In order to estimate the common geographical topics in two cross sections, the datasets in 2000 and 2010 are stacked, so then totally 4226 samples are inputted. Looking on the attribute distribution, most of the attributes are skewed due to the missing observation. In order to consider the information brought by them, zero or missing observation is set to be an independent class for all attributes. Each distribution was binned by natural classification. In this study, seven classes are set by several trials. Natural classification gives a set of thresholds based on the second derivative of a distribution (of each attribute). Other characteristics of the dataset is “NA: No Answer”, which is given to the mesh in which observations are one or a few, in order to mask the characteristics of a very small number of targets in a mesh. Including zero and NA, a total of nine classes are set for each attribute. Since all the attribute observation in each mesh is classified into one of nine classes through the binning of attributes, all the mesh has 34 words being equal to the number of attributes. As a result, V is 34 * 9 = 306, D is 4226, is 34 and N is 4226 * 34 = 143,484.
5. Conclusions
This study made the detailed land use analysis by applying the model to two metropolitan areas in Japan, originally developed by Tsukai and Tsukano (2018) [
19]. The empirical analysis in Kitakyusyu city and Fukuoka city showed the applicability and validity of the proposed model. The information obtained from the topic loading matrix can be utilized in a variety of ways, including dominant plot mapping, weighted aggregation by topics with other related attributes, and the composite topic aggregation along with the accessibility to public transportation. The estimated geographical topics fulfilled the three conditions for appropriateness of geographical topic model, discussed in 2.4. Therefore, we can conclude that the model is highly capable of capturing land use characteristics. The advantage of proposed model is to give the detailed information in land use types with their locations. Based on the outputs of the model, the characteristics in land use change in the cities were quantitatively clarified. The combined use of the output of the model with other geographical information is useful to find appropriate policies in land use.

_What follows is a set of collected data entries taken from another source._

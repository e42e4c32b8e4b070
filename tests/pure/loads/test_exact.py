"""Exact arithmetic: each operation against one worked by hand, and sums of unlike parts."""

from fractions import Fraction

import pytest

from loads.balance.exact import added, minus, plus, product, quotient, times, total

F = Fraction


def test_two_rationals_are_multiplied_divided_added_and_taken_from_each_other():
    one, other = F(3, 4), F(-5, 6)

    assert product(one, other) == (-15, 24)
    assert times(one, other) == F(-5, 8)
    assert quotient(one, other) == F(-9, 10)
    assert plus(one, other) == F(-1, 12)
    assert minus(one, other) == F(19, 12)


def test_a_division_by_nothing_is_refused():
    with pytest.raises(ZeroDivisionError):
        quotient(F(1), F(0))


@pytest.mark.parametrize(
    ("ratios", "factor", "sum_"),
    [
        ([], (1, 1), F(0)),
        ([(1, 1), (2, 1)], (1, 1), F(3)),
        ([(1, 6), (1, 4)], (1, 1), F(5, 12)),  # 2/12 + 3/12
        ([(1, 6), (1, 4), (1, 3), (5, 12)], (1, 1), F(7, 6)),  # 2 + 3 + 4 + 5 twelfths
        ([(2, 4), (3, 4)], (1, 1), F(5, 4)),  # unreduced
        ([(1, 6), (1, 4)], (3, 10), F(1, 8)),  # 5/12 * 3/10
    ],
)
def test_a_sum_of_unreduced_parts_is_exact_and_multiplied_once(ratios, factor, sum_):
    assert total(ratios, factor) == sum_
    if factor == (1, 1):
        assert total(ratios) == sum_


def test_rationals_are_added_and_the_sum_of_none_is_nothing():
    assert added([]) == 0
    assert added([F(1, 2), F(1, 3), F(-1, 6)]) == F(2, 3)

Further analysis will make it possible to find a consistent land use policy of a city. For example, if the compactness of land use is clarified in the city center and around the road-side, a comprehensive policy for controlling core, suburban and fringe areas in a city can be discussed. From the viewpoint of usefulness in the observation of sprawl phenomenon, remaining five indices (concentration, clustering, nuclearity, mixed-use and proximity) should be measured and tested of their performance on sprawling, based on the outputs of proposed model. In terms of model development, it is desirable to increase the classification of land use patterns in urban centers in order to increase their empirical usefulness. For this purpose, a novel pre-processing of input data should be developed. For example, binning of continuous attributes (how to discretize the geographic attributes) can be improved. By comparing the performance of the models using different methods of binning attributes as a preprocessing of the input data, the limitations of the current model and the areas for improvement will become apparent.